Vatica pedicellata
- Conservation status: Vulnerable (IUCN 3.1)

Scientific classification
- Kingdom: Plantae
- Clade: Embryophytes
- Clade: Tracheophytes
- Clade: Spermatophytes
- Clade: Angiosperms
- Clade: Eudicots
- Clade: Rosids
- Order: Malvales
- Family: Dipterocarpaceae
- Genus: Vatica
- Species: V. pedicellata
- Binomial name: Vatica pedicellata Brandis

= Vatica pedicellata =

- Genus: Vatica
- Species: pedicellata
- Authority: Brandis
- Conservation status: VU

Species of tree

Vatica pedicellata is a tree in the family Dipterocarpaceae, native to Borneo. The specific epithet pedicellata refers to the prominent flower stalk or pedicel.

==Description==
Vatica pedicellata grows up to 15 m tall, with a trunk diameter of up to 15 cm. Its coriaceous leaves are elliptic to lanceolate and measure up to 23 cm long. The inflorescences bear cream flowers.
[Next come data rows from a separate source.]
"""Monotone interpolation through given points, and its exact inverse.

The interpolant is the piecewise cubic of Fritsch and Carlson (SIAM J. Numer. Anal. 17 (1980) 238)
with the slopes of Fritsch and Butland (SIAM J. Sci. Stat. Comput. 5 (1984) 300): inside, the
weighted harmonic mean of the neighbouring chords; at the ends, the shape-preserving three-point
formula.  It never overshoots, so points that move one way give a curve that moves one way.  The
same slopes are used by scipy's PchipInterpolator, which referees it in the tests.
"""

from __future__ import annotations

import math
from collections.abc import Sequence
from dataclasses import dataclass
from itertools import pairwise

import numpy as np
from numpy.typing import NDArray

from dialgen.errors import InputError
from dialgen.stage import Array, Span

_NEWTON_STEPS = 64
_NEAR = 4 * np.finfo(float).eps
_FEW_KNOTS = 40
_FEW_PLACES = 1000


@dataclass(frozen=True, slots=True, eq=False)
class Monotone:
    """A piecewise cubic through knots, going on straight beyond the first and the last.

    Piece i holds from ``knots[i - 1]`` to ``knots[i]``; pieces 0 and n are the straight ends.
    A piece is ((c3·d + c2)·d + c1)·d + c0 in the distance d from its own origin.
    """

    knots: Array
    values: Array
    origins: Array
    coefficients: Array
    domain: Span
    image: Span

    def forward(self, x: Array) -> Array:
        """Return the curve at ``x``."""
        x = np.asarray(x, dtype=float)
        piece = _piece(self.knots, x)
        distance = x - self.origins.take(piece, mode="clip")
        c0, c1, c2, c3 = (c.take(piece, mode="clip") for c in self.coefficients)
        return np.asarray(((c3 * distance + c2) * distance + c1) * distance + c0)

    def inverse(self, y: Array) -> Array:
        """Return the place at which the curve is ``y``, to the rounding of ``y``."""
        y = np.asarray(y, dtype=float)
        sign = 1.0 if self.values[-1] > self.values[0] else -1.0
        piece = _piece(sign * self.values, sign * y)
        c0, c1, c2, c3 = (c.take(piece) for c in self.coefficients)
        wanted = y - c0
        last = len(self.knots)
        straight = (piece == 0) | (piece == last)
        low = np.zeros_like(wanted)
        steps = np.diff(self.knots)
        high = np.concatenate(([0.0], steps, [0.0])).take(piece)
        with np.errstate(divide="ignore", invalid="ignore"):
            distance = np.where(straight & (wanted != 0), wanted / c1, 0.0)
        curved = ~straight
        if curved.any():
            distance[curved] = _solve(
                (c1[curved], c2[curved], c3[curved]), wanted[curved], low[curved], high[curved], sign
            )
        return np.asarray(self.origins.take(piece) + distance)


def _piece(knots: Array, x: Array) -> NDArray[np.intp]:
    """Return how many knots lie at or below each ``x``."""
    if len(knots) > _FEW_KNOTS or x.size < _FEW_PLACES:
        return np.searchsorted(knots, x, side="right")
    # A few knots are counted faster than they are searched, a byte for each place.
    count = np.zeros(x.shape, dtype=np.int8)
    for knot in knots:
        count += (x >= knot).view(np.int8)
    return count.astype(np.intp)


@np.errstate(over="ignore", invalid="ignore", divide="ignore")  # such points are refused below
def through(x: Sequence[float], y: Sequence[float], *, ends: float | None = None) -> Monotone:
    """Return the monotone curve through the points (x[i], y[i]).

    Args:
        x: strictly ascending places, at least one.
        y: values that move strictly one way, as many; a single point needs ``ends``.
        ends: the slope beyond the first and the last point; None goes on along the end slopes.

    Raises:
        InputError: fewer than two points without ``ends``, places that do not ascend, or values
            that do not move strictly one way.  The message names the first culprit.
    """
    places, values = np.array(x, dtype=float), np.array(y, dtype=float)
    if len(places) < 2 and ends is None:
        raise InputError("one point gives no curve; give at least two points")
    _check_ascending(places)
    _check_one_way(values)
    slopes = pchip_slopes(places, values) if len(places) > 1 else np.array([ends or 0.0])
    widths = np.diff(places)
    chords = np.diff(values) / widths
    c2 = (3 * chords - 2 * slopes[:-1] - slopes[1:]) / widths
    c3 = (slopes[:-1] + slopes[1:] - 2 * chords) / widths**2
    first, last = (float(slopes[0]), float(slopes[-1])) if ends is None else (ends, ends)
    coefficients = np.array(
        [
            np.concatenate((values[:1], values)),
            np.concatenate(([first], slopes[:-1], [last])),
            np.concatenate(([0.0], c2, [0.0])),
            np.concatenate(([0.0], c3, [0.0])),
        ]
    )
    if not np.isfinite(coefficients).all():
        raise InputError("the points are too steep or too far apart for a curve; check their size")
    origins = np.concatenate((places[:1], places))
    domain = (-math.inf if first else float(places[0]), math.inf if last else float(places[-1]))
    reach = [-math.inf if first else float(values[0]), math.inf if last else float(values[-1])]
    if values[-1] < values[0] or (len(values) == 1 and (ends or 0) < 0):
        reach = [-math.inf if last else float(values[-1]), math.inf if first else float(values[0])]
    return Monotone(places, values, origins, coefficients, domain, (reach[0], reach[1]))


def pchip_slopes(x: Array, y: Array) -> Array:
    """Return the slope at each of two or more points (Fritsch and Butland 1984; see the module)."""
    widths = np.diff(x)
    chords = np.diff(y) / widths
    if len(chords) == 1:
        return np.array([chords[0], chords[0]])
    before, after = 2 * widths[1:] + widths[:-1], widths[1:] + 2 * widths[:-1]
    inside = (before + after) / (before / chords[:-1] + after / chords[1:])
    first = _end_slope(widths[0], widths[1], chords[0], chords[1])
    last = _end_slope(widths[-1], widths[-2], chords[-1], chords[-2])
    return np.concatenate(([first], inside, [last]))


def _end_slope(near_width: float, far_width: float, near: float, far: float) -> float:
    # Three-point end formula, kept to the shape: never against the first chord.  The chords have
    # one sign here, so the other special case of the usual routine cannot arise.
    slope = ((2 * near_width + far_width) * near - near_width * far) / (near_width + far_width)
    return float(slope) if slope * near > 0 else 0.0


def _solve(cubic: tuple[Array, Array, Array], wanted: Array, low: Array, high: Array, sign: float) -> Array:
    """Return d in [low, high] where the rising (times sign) cubic reaches ``wanted``.

    Newton's step is taken where it stays inside the bracket and bisection elsewhere, so a flat
    spot can slow it down but not mislead it.
    """
    c1, c2, c3 = cubic
    tolerance = _NEAR * high
    rise = ((c3 * high + c2) * high + c1) * high
    place = np.clip(high * wanted / rise, low, high)
    # What has settled stays, so that a place does not depend on its neighbours in the array.
    settled = np.zeros(np.shape(place), dtype=bool)
    for _ in range(_NEWTON_STEPS):
        miss = ((c3 * place + c2) * place + c1) * place - wanted
        below = miss * sign < 0
        low, high = np.where(below, place, low), np.where(below, high, place)
        slope = (3 * c3 * place + 2 * c2) * place + c1
        with np.errstate(divide="ignore", invalid="ignore"):
            step = place - miss / slope
        inside = (step > low) & (step < high)
        fresh = np.where(miss == 0, place, np.where(inside, step, (low + high) / 2))
        near = np.abs(fresh - place) <= tolerance
        place = np.where(settled, place, fresh)
        settled |= near
        if settled.all():
            break
    return np.asarray(place)


def _check_ascending(places: Array) -> None:
    for before, after in pairwise(places):
        if not after > before:
            raise InputError(f"{after:g} follows {before:g}; the points must stand in ascending order")


def _check_one_way(values: Array) -> None:
    steps = np.diff(values)
    turned = np.flatnonzero(np.sign(steps) != np.sign(steps[0])) if len(steps) else np.array([], dtype=int)
    if len(steps) and (steps[0] == 0 or len(turned)):
        at = int(turned[0]) if len(turned) and steps[0] != 0 else 0
        raise InputError(
            f"the values turn at {values[at]:g}, {values[at + 1]:g}; they must move strictly one way"
        )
==Distribution and habitat==
Vatica pedicellata is endemic to Borneo, where it is confined to Sarawak. Its habitat is lowland mixed dipterocarp, kerangas or swamp forest, at elevations from 100–400 m.

==Conservation==
Vatica pedicellata has been assessed as vulnerable on the IUCN Red List. It is threatened by development projects and land conversion for plantations.